Bitpanda (près de 1.000 salariés) qui a ouvert plus de 300 postes en Europe, dont des profils marketing en France, dit miser avec succès sur cette transparence tout au long du processus de recrutement. « Nous expliquons clairement qui nous sommes et comment nous travaillons, déclare Giulia Mazzolini. La politique d’avantages sociaux la plus récente, y compris notre offre de congés illimités, est la cerise sur le gâteau. »
Mais les salaires sont le nerf de la guerre. Dans la fintech, ils montent depuis deux ans, « de manière contrôlée », assure Alain Clot. Plus tranché, Pierre-Antoine Dusoulier, directeur général et fondateur d’iBanFirst, observe « une véritable inflation sur certains métiers. Nous n’étions plus compétitifs en termes de rémunération et nous sommes en train d’y remédier, souligne-t-il. Nous avons notamment décidé d’augmenter de 25 % le salaire de base sur le métier de ‘sales’. Et nous allons l’indiquer dans nos offres. »
Des plans de carrièreS
Forte de plus de 250 salariés, la plateforme de paiement international dédiée aux entreprises, qui projette 150 recrutements cette année, est par ailleurs confrontée à « un turnover qui n’existait pas avant ». Elle dispose maintenant d’une équipe « talent acquisition » dédiée au sourcing des candidats. Les meilleurs canaux ? Beaucoup citent LinkedIn et Welcome to the Jungle. Mais aussi le site d’emploi de France FinTech et la cooptation.

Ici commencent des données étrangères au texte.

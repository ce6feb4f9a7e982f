/**
 * Reads Debian's kicad-symbols (package kicad-symbols, CC-BY-SA 4.0 with its exception for designs) from where it is
 * installed; nothing of it is copied into the project.
 */
import { existsSync, readFileSync } from 'node:fs';

const DIRECTORY = '/usr/share/kicad/symbols';

export interface DatasetPin {
  readonly number: string;
  readonly name: string;
  /** input, output, open_collector, tri_state, bidirectional, passive, power_in, power_out, no_connect … */
  readonly type: string;
  /** 0 stands for pins common to all units. */
  readonly unit: number;
}

export interface DatasetSymbol {
  readonly library: string;
  readonly name: string;
  readonly footprint: string;
  readonly pins: readonly DatasetPin[];
}

type Node = string | readonly Node[];

function parse(text: string): Node {
  const stack: Node[][] = [[]];
  for (const token of text.match(/"(?:\\.|[^"\\])*"|[()]|[^\s()"]+/g) ?? []) {
    if (token === '(') stack.push([]);
    else if (token === ')') {
      const list = stack.pop() ?? [];
      stack.at(-1)?.push(list);
    } else stack.at(-1)?.push(token.startsWith('"') ? token.slice(1, -1) : token);
  }
  return stack[0]?.[0] ?? '';
}

const isList = (node: Node | undefined): node is readonly Node[] => Array.isArray(node);
const named = (node: Node, name: string): readonly (readonly Node[])[] =>
  isList(node) ? node.filter((child): child is readonly Node[] => isList(child) && child[0] === name) : [];
const word = (node: Node | undefined): string => (typeof node === 'string' ? node : '');

/**
 * @throws Error where the package is not installed: a missing reference is a failed test, not a skipped one
 */
export function readLibrary(library: string): DatasetSymbol[] {
  const path = `${DIRECTORY}/${library}.kicad_sym`;
  if (!existsSync(path))
    throw new Error(
      `${path} is missing: install Debian's kicad-symbols (apt-get install --no-install-recommends kicad-symbols)`,
    );
  const symbols = named(parse(readFileSync(path, 'utf8')), 'symbol');
  const byName = new Map(symbols.map((symbol) => [word(symbol[1]), symbol]));
  return symbols.map((symbol) => {
    // One level of `extends` in this release: the child carries properties, the parent the pins.
    const parent = word(named(symbol, 'extends')[0]?.[1]);
    const footprint = named(symbol, 'property').find((property) => property[1] === 'Footprint');
    return {
      library,
      name: word(symbol[1]),
      footprint: word(footprint?.[2]),
      pins: pinsOf(byName.get(parent) ?? symbol),
    };
  });
}

function pinsOf(symbol: readonly Node[]): DatasetPin[] {
  return named(symbol, 'symbol').flatMap((drawing) => {
    const [, unit = '0', style = '1'] = /_(\d+)_(\d+)$/.exec(word(drawing[1])) ?? [];
    // Style 2 is the De Morgan drawing of the same pins.
    if (style === '2') return [];
    return named(drawing, 'pin').map((pin) => ({
      type: word(pin[1]),
      name: word(named(pin, 'name')[0]?.[1]),
      number: word(named(pin, 'number')[0]?.[1]),
      unit: Number(unit),
    }));
  });
}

Les cabinets de chasse de têtes sont appelés à la rescousse pour les profils pointus ou le démarrage d’une activité à l’étranger. Certaines fintechs s’adressent à des indépendants à l’international pour des missions de quelques mois, ainsi que le confirme Deel, qui gère tous les aspects contractuels, réglementaires et de paiement entre les entreprises et leurs prestataires, jusqu’à l’émission de la facture ou du bulletin de paie – en cas de portage salarial – pour les freelances.

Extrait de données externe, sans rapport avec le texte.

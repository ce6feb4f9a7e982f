/**
 * Preferred numbers against the tables of IEC 60063 (Preferred number series for resistors and capacitors). E3 to E24 and
 * E192 with its exception 920 as printed in the standard (from memory, and E24 as many makers reprint it); E96 as published
 * independently in the EIA-96 marking table, code 01 to 96.
 */
import { describe, expect, it } from 'vitest';
import {
  nearestPreferred,
  numbersOf,
  roundToSeries,
  SERIES,
  type Series,
  usualTolerancePercent,
} from '@/lib/electronics/preferred-values';
import { printQuantity } from '@/lib/electronics/print-quantity';
import { readQuantity } from '@/lib/electronics/read-quantity';

const words = (text: string): number[] => text.trim().split(/\s+/).map(Number);

const IEC_60063: Readonly<Record<Series, readonly number[]>> = {
  E3: words(`
    100 220 470
  `),
  E6: words(`
    100 150 220 330 470 680
  `),
  E12: words(`
    100 120 150 180 220 270 330 390 470 560 680 820
  `),
  E24: words(`
    100 110 120 130 150 160 180 200 220 240 270 300 330 360 390 430 470 510 560 620 680 750 820 910
  `),
  E48: words(`
    100 105 110 115 121 127 133 140 147 154 162 169 178 187 196 205 215 226 237 249 261 274 287 301 316
    332 348 365 383 402 422 442 464 487 511 536 562 590 619 649 681 715 750 787 825 866 909 953
  `),
  E96: words(`
    100 102 105 107 110 113 115 118 121 124 127 130 133 137 140 143 147 150 154 158 162 165 169 174 178
    182 187 191 196 200 205 210 215 221 226 232 237 243 249 255 261 267 274 280 287 294 301 309 316 324
    332 340 348 357 365 374 383 392 402 412 422 432 442 453 464 475 487 499 511 523 536 549 562 576 590
    604 619 634 649 665 681 698 715 732 750 768 787 806 825 845 866 887 909 931 953 976
  `),
  E192: words(`
    100 101 102 104 105 106 107 109 110 111 113 114 115 117 118 120 121 123 124 126 127 129 130 132 133
    135 137 138 140 142 143 145 147 149 150 152 154 156 158 160 162 164 165 167 169 172 174 176 178 180
    182 184 187 189 191 193 196 198 200 203 205 208 210 213 215 218 221 223 226 229 232 234 237 240 243
    246 249 252 255 258 261 264 267 271 274 277 280 284 287 291 294 298 301 305 309 312 316 320 324 328
    332 336 340 344 348 352 357 361 365 370 374 379 383 388 392 397 402 407 412 417 422 427 432 437 442
    448 453 459 464 470 475 481 487 493 499 505 511 517 523 530 536 542 549 556 562 569 576 583 590 597
    604 612 619 626 634 642 649 657 665 673 681 690 698 706 715 723 732 741 750 759 768 777 787 796 806
    816 825 835 845 856 866 876 887 898 909 920 931 942 953 965 976 988
  `),
};

/** Nearest by ratio: value, then E6, E12, E24, E48, E96, E192 (worked by hand with logarithms). */
const NEAREST: readonly (readonly [number, ...number[]])[] = [
  [5000, 4700, 4700, 5100, 5110, 4990, 4990],
  [1234, 1500, 1200, 1200, 1210, 1240, 1230],
  [300_000, 330_000, 330_000, 300_000, 301_000, 301_000, 301_000],
];

describe('preferred numbers', () => {
  for (const series of SERIES) {
    it(`${series} is the table of IEC 60063`, () => expect(numbersOf(series)).toEqual(IEC_60063[series]));
  }

  it('rounds by ratio and not by difference', () => {
    for (const [value, ...expected] of NEAREST) {
      const got = (['E6', 'E12', 'E24', 'E48', 'E96', 'E192'] as const).map((series) =>
        nearestPreferred(value, series),
      );
      expect(got, String(value)).toEqual(expected);
    }
  });

  it('rounds what was read, exactly, and rounds it no further the second time', () => {
    for (const text of ['4k99', '50k', '9R6', '98', '1M', '0.97']) {
      const read = readQuantity(text, 'resistor');
      if (!read) throw new Error(`${text} was not read`);
      for (const series of SERIES) {
        const once = roundToSeries(read.quantity, series);
        expect(printQuantity(roundToSeries(once, series))).toBe(printQuantity(once));
      }
    }
  });

  it('is sold in its usual tolerance', () => {
    expect(SERIES.map(usualTolerancePercent)).toEqual([40, 20, 10, 5, 2, 1, 0.5]);
  });
});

Pierre-Antoine Dusoulier entend pour sa part construire une relation de long terme avec ses salariés. Outre son adhésion à l’avantageuse convention collective de la banque, iBanFirst offre désormais une flexibilité sur le télétravail pouvant aller jusqu’au « full remote » sur les postes techniques, ainsi que des plans de carrière pour chaque fonction, permettant aux collaborateurs de se projeter. « Nous avons par exemple fixé une dizaine de niveaux d’évolution dans la vente. Nous encourageons aussi beaucoup la mobilité interne via le ‘shadowing’ pour découvrir un métier qu’on ne connaît pas en suivant pendant quelques jours celui qui l’exerce. Le fait de pouvoir passer d’un département à un autre contribue à la rétention des talents et la démarche est très enrichissante pour l’entreprise elle-même. »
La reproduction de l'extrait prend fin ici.